PayPoint Plc (PAY.L) Announced, in its interim results for the 6 months ended 30 September 2017, that revenues fell to £97.6 million from £101.7 million reported in the same period last year. The company’s profit before tax stood at £24.4 million compared to a profit of £24.7 million reported in the previous year. The basic earnings per share stood at 29.1p compared to earnings of 29.0p in the previous year. The company’s board declared an interim dividend of 15.3p per share, payable on 21 December 2017 to shareholders on the register at 8 December 2017.

Personal Assets Trust Plc (PNL.L) Announced, in its interim results for the six months ended October 31, 2017, that its total income stood at £12.8 million, compared to £56.4 million in the preceding year. Profit after tax was £8.8 million compared to £52.9 million. The company's earnings per share was £4.33, compared to £29.34.
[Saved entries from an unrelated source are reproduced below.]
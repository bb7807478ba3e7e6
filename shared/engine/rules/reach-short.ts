import { LIMIT_SLACK } from '../geometry/tolerance';
import { Material } from '../shop/material';
import { figure, toolWords } from './finding-data';
import { isProgramMotion } from './mode-not-stated';
import { defineRule } from './rule';
import { depthUnderStock } from './stock-depth';

/** The cut goes deeper than the tool stands out of its holder. */
export const reachShort = defineRule({
  id: 'reach-short',
  group: 'length',
  title: 'The holder comes down to the stock',
  severity: 'hold',
  hold: 'judge',
  protects: 'The stock from a nut that rubs and burns it, and the tool from being bent.',
  explanation:
    'The tip goes deeper under the top of the stock than the tool stands out of its holder, within the holder’s radius of the stock. What has been cut away before is not known here, so a deep pocket cut wide in layers may be all right. Without a job sheet the stock is taken to lie everywhere, its top at Z zero.',
  examples: {
    bad: 'G21 G90 G54\nT1 M6\nG43 H1 G0 Z5\nS18000 M3\nG0 X50 Y50\nG1 Z-41 F500\nM30',
    good: 'G21 G90 G54\nT1 M6\nG43 H1 G0 Z5\nS18000 M3\nG0 X50 Y50\nG1 Z-18 F500\nM30',
  },
  word: (data, lengths) => ({
    message: `The tip goes ${lengths.length(figure(data, 'depth'))} under the top of the stock, but ${toolWords(data)} stands only ${lengths.length(figure(data, 'stickOut'))} out of its holder.`,
    advice:
      'Use a tool that stands further out, or look whether the stock around is cut away by then.',
  }),
  observe: (shop, report) => {
    const material = new Material(shop);
    return {
      quiet({ feed }, state) {
        const { tool } = state.held;
        if (tool) material.keepClear(feed, state, tool.stickOut);
      },
      motion(motion, state) {
        if (motion.kind === 'rapid' || motion.kind === 'probe' || !isProgramMotion(motion)) return;
        const { tool } = state.held;
        if (!tool) return;
        const depth = depthUnderStock(shop, material, motion, state, tool.holder.diameter / 2);
        const by = depth - tool.stickOut;
        if (by <= LIMIT_SLACK) return;
        const { number, name, stickOut } = tool;
        const data = { tool: number, name, depth, stickOut };
        report.found({ cause: '', by, at: state.place({ letters: 'XYZ' }), data }, state);
      },
    };
  },
});
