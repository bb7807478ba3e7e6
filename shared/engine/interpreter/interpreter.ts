import { LETTER, letterBits } from '../blocks/block';
import { GROUP, codeName } from '../blocks/code-groups';
import { moveArc } from './arcs';
import { moveBesidePath } from './compensation/move-beside-path';
import { switchCompensation } from './compensation/switch-compensation';
import { NO_CYCLE } from './cycle-words';
import { drill, isCycle } from './cycles';
import { doDeeds } from './declared-codes';
import { dwell } from './dwell';
import { endProgram, returnFromProgram, stopProgram } from './ends';
import { feedOf } from './feed';
import { NO_MOTION, SETTING } from './machine';
import * as modal from './modal-words';
import {
  hasAxisWord,
  moveByWords,
  moveStraight,
  namedAxes,
  readMachineTarget,
  readTarget,
  standAt,
  tellIfUnset,
} from './motions';
import { carryOutOnce, refuseWhileCompensating } from './one-block-codes';
import { applyLength, applyWorkOffset } from './offset-words';
import { probe } from './probe';
import { refuse, tellProblem, type Run } from './run';
import { changeTool, selectTool } from './tool-change';
import { moveAtBounds } from './unknown-position';
import { checkUse, RARE_LETTERS } from './unused-words';

const { F, S, T } = LETTER;
const MOTION_BIT = 1 << GROUP.motion;
const STOP_BIT = 1 << GROUP.stop;
const CENTRE_BITS = letterBits('IJKR');
const FEED_OR_SPEED = letterBits('FS');
const MACHINE_MOVE = 530;
const DWELL = 40;
/** Codes of the once group after which the block goes on to its motion. */
const MOVES_ON: readonly number[] = [DWELL, 90, MACHINE_MOVE, 921, 922, 923];

/**
 * Carries out one block in the order of NISTIR 6556 table 8. A step that refuses leaves the rest undone:
 * what acted before it has acted, as on a machine.
 */
export function carryOut(run: Run): void {
  const { block } = run;
  const { groups, seen } = block;
  run.refused = false;
  if ((seen & RARE_LETTERS) !== 0) checkUse(run);
  if ((groups & (1 << GROUP.feedMode)) !== 0) modal.applyFeedMode(run);
  if ((seen & FEED_OR_SPEED) !== 0) {
    if ((seen & (1 << F)) !== 0) modal.applyFeed(run);
    if ((seen & (1 << S)) !== 0) modal.applySpeed(run);
  }
  if ((groups & ~MOTION_BIT) !== 0 || (seen & (1 << T)) !== 0 || block.others.length > 0)
    carryOutSettings(run);
  if (!run.refused) {
    const isPlain = (groups & ~MOTION_BIT) === 0 && run.loneMachineMove === undefined;
    const { unknown } = run;
    if (unknown !== undefined) moveAtBounds(run, unknown, isPlain ? carryOutPlain : carryOutMotion);
    else if (isPlain) carryOutPlain(run);
    else carryOutMotion(run);
  }
  if ((groups & STOP_BIT) !== 0 && !run.refused) carryOutStop(run);
}

/** A block with at most a motion code, and no code of its own block to mind. */
function carryOutPlain(run: Run): void {
  const { block, machine } = run;
  if (block.groups !== 0 && machine.motionCode !== block.codes[GROUP.motion])
    setMotionMode(run, block.codes[GROUP.motion]!, GROUP.motion);
  if (hasAxisWord(block.seen)) moveInProgram(run);
  else if (block.groups !== 0 || (block.seen & CENTRE_BITS) !== 0) moveWithoutAxes(run);
}

const SETTINGS: readonly (readonly [number, (run: Run) => void])[] = [
  [GROUP.plane, modal.applyPlane],
  [GROUP.units, modal.applyUnits],
  [GROUP.compensation, switchCompensation],
  [GROUP.length, applyLength],
  [GROUP.workOffset, applyWorkOffset],
  [GROUP.path, modal.applyPath],
  [GROUP.distance, modal.applyDistance],
  [GROUP.arcCentre, applyArcCentre],
  [GROUP.return, modal.applyReturn],
];

function carryOutSettings(run: Run): void {
  const { block, controller } = run;
  const changesOnT = controller.changeOn === 'T';
  if (block.has(T) && !run.refused) selectTool(run);
  if (run.refused) return;
  if (changesOnT ? block.has(T) : block.hasGroup(GROUP.change)) changeTool(run);
  if (run.refused) return;
  if (block.hasGroup(GROUP.spindle)) modal.applySpindle(run);
  if (block.hasGroup(GROUP.coolant)) modal.applyCoolant(run);
  if (block.others.length > 0) doDeeds(run);
  if (block.hasGroup(GROUP.once) && block.codes[GROUP.once] === DWELL) dwell(run);
  for (const [group, apply] of SETTINGS) {
    if (run.refused) return;
    if (block.hasGroup(group)) apply(run);
  }
}

function applyArcCentre(run: Run): void {
  run.machine.isArcCentreAbsolute = run.block.codes[GROUP.arcCentre] === 901;
}

function carryOutMotion(run: Run): void {
  const { block } = run;
  const { groups } = block;
  if (groups & MOTION_BIT) setMotionMode(run, block.codes[GROUP.motion]!, GROUP.motion);
  if (
    groups & (1 << GROUP.cycle) &&
    !(groups & MOTION_BIT && block.codes[GROUP.cycle] === NO_CYCLE)
  )
    setMotionMode(run, block.codes[GROUP.cycle]!, GROUP.cycle);
  if (run.loneMachineMove) closeLoneMove(run);
  const once = groups & 1 ? block.codes[GROUP.once]! : DWELL;
  if (!MOVES_ON.includes(once)) return carryOutOnce(run, once);
  if (once >= 921) carryOutOnce(run, once);
  if (run.refused) return;
  if (once === MACHINE_MOVE) moveInMachine(run);
  else if (hasAxisWord(block.seen)) moveInProgram(run);
  else if (groups & MOTION_BIT || (block.seen & CENTRE_BITS) !== 0) moveWithoutAxes(run);
}

function setMotionMode(run: Run, code: number, group: number): void {
  const { block, machine, cycle } = run;
  const wasCycle = isCycle(machine.motionCode);
  // A macro dialect keeps cycles in a group of their own: G80 gives back the motion code from before them
  // (common practice, no source). In the published language G80 leaves none in force.
  const isOwnGroup = run.controller.language === 'custom-macro' && !run.dialect.isStrict;
  if (code === NO_CYCLE && isOwnGroup) {
    if (!wasCycle) return;
    code = cycle.motionBefore;
  }
  if (machine.motionCode === code) return;
  if (isCycle(code)) {
    if (!wasCycle) cycle.motionBefore = machine.motionCode;
  } else cycle.code = NO_CYCLE;
  machine.motionCode = code;
  machine.noteSet(SETTING.motionMode, block.codeWords[group]!);
}

/** A block of axis words alone behind a lone G53 or G28: the move was meant in machine coordinates. */
function closeLoneMove(run: Run): void {
  const { block, loneMachineMove } = run;
  run.loneMachineMove = undefined;
  if (!loneMachineMove || !hasAxisWord(block.seen)) return;
  const { code, place } = loneMachineMove;
  const isBare = (block.groups & ~1) === 0 && block.others.length === 0;
  const isBehindMachineMove =
    code === 'G53' && (block.groups & ~(1 | MOTION_BIT)) === 0 && block.others.length === 0;
  if (block.hasGroup(GROUP.once) || !(isBare || isBehindMachineMove)) return;
  const { line } = run.machine;
  run.tell.problem({
    problem: 'split-machine-move',
    place,
    facts: { code, what: code, next: line },
  });
}

/** Axis words in program coordinates under the motion code in force. */
function moveInProgram(run: Run): void {
  const { block, machine } = run;
  const code = machine.motionCode;
  const named = namedAxes(block.seen);
  if ((machine.unsetAxes & named) !== 0 && machine.isAbsolute) tellIfUnset(run, named);
  run.motion.named = named;
  if (machine.isOffset && moveBesidePath(run, code)) return;
  if (code === 10) return moveByWords(run, false, feedOf(run));
  if (code === 0) return moveByWords(run, true, NaN);
  if (isCycle(code)) return drill(run, code, feedOf(run));
  const target = readTarget(run, run.target);
  switch (code) {
    case 20:
      return moveArc(run, -1, target, feedOf(run));
    case 30:
      return moveArc(run, 1, target, feedOf(run));
    case NO_MOTION:
      refuse(run, 'missing-word', { letters: 'XYZA' }, { reason: 'no-motion-code' });
      return standAt(run, target);
    case 382:
    case 383:
    case 384:
    case 385:
      return probe(run, code, target, feedOf(run));
    default:
      tellProblem(run, 'not-modelled', undefined, { what: codeName('G', code) });
      return standAt(run, target);
  }
}

/** A motion code, or centre words, with no axis word: a full circle, or nothing but a change of mode. */
function moveWithoutAxes(run: Run): void {
  const { block, machine } = run;
  const code = machine.motionCode;
  const isArc = code === 20 || code === 30;
  if (run.dialect.isStrict)
    return refuse(run, 'missing-word', undefined, {
      code: machine.motionMode,
      letter: 'X, Y or Z',
    });
  if (!isArc || (block.seen & CENTRE_BITS) === 0) return;
  run.motion.named = 0;
  if (machine.isOffset && moveBesidePath(run, code)) return;
  moveArc(run, code === 20 ? -1 : 1, readTarget(run, run.target), feedOf(run));
}

/** G53: machine coordinates for this block only, with G0 or G1 written or in force. */
function moveInMachine(run: Run): void {
  const { block, machine, controller } = run;
  const place = { code: 'G53' };
  if (!hasAxisWord(block.seen)) {
    run.loneMachineMove = { code: 'G53', place: machine.place(place) };
    return;
  }
  const code = machine.motionCode;
  if (code !== 0 && code !== 10)
    return refuse(run, 'modal-conflict', place, {
      reason: 'machine-move-motion',
      what: 'G53',
      other: machine.motionMode,
    });
  if (refuseWhileCompensating(run, 'G53')) return;
  run.motion.named = namedAxes(block.seen);
  const does = controller.switches.strict ? 'refused' : controller.switches.incrementalMachineMove;
  if (!machine.isAbsolute && does !== 'obeyed') {
    tellProblem(run, 'machine-move-in-incremental', place, { does });
    if (does === 'refused') return;
    const target = readTarget(run, run.target);
    return moveStraight(
      run,
      code === 0 ? 'rapid' : 'feed',
      'program',
      target,
      code === 0 ? NaN : feedOf(run),
    );
  }
  const target = readMachineTarget(run, run.target);
  if (code === 0) moveStraight(run, 'rapid', 'machine', target, NaN);
  else moveStraight(run, 'feed', 'machine', target, feedOf(run));
}

function carryOutStop(run: Run): void {
  const code = run.block.codes[GROUP.stop]!;
  if (code === 20) endProgram(run, 'M2');
  else if (code === 300) endProgram(run, 'M30');
  else if (code === 990) returnFromProgram(run);
  else stopProgram(run, code === 0 ? 'M0' : code === 10 ? 'M1' : 'M60');
}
TP ICAP Plc (TCAP.L) Announced that that the company has acquired Coex Partners Limited (Coex), an independent agency broker. The company and Coex began working together in 2016 and the acquisition is a natural progression of that successful collaboration. The initial payment for the acquisition (including settlement of existing shareholder loans) is £7.1 million in cash, and performance-related payments may be made at various dates during the next 4 years. These subsequent payments will be satisfied through the issue of new ordinary shares in the company or cash, at the discretion of the company. Further the company will host an update for investors and analysts at the London Stock Exchange.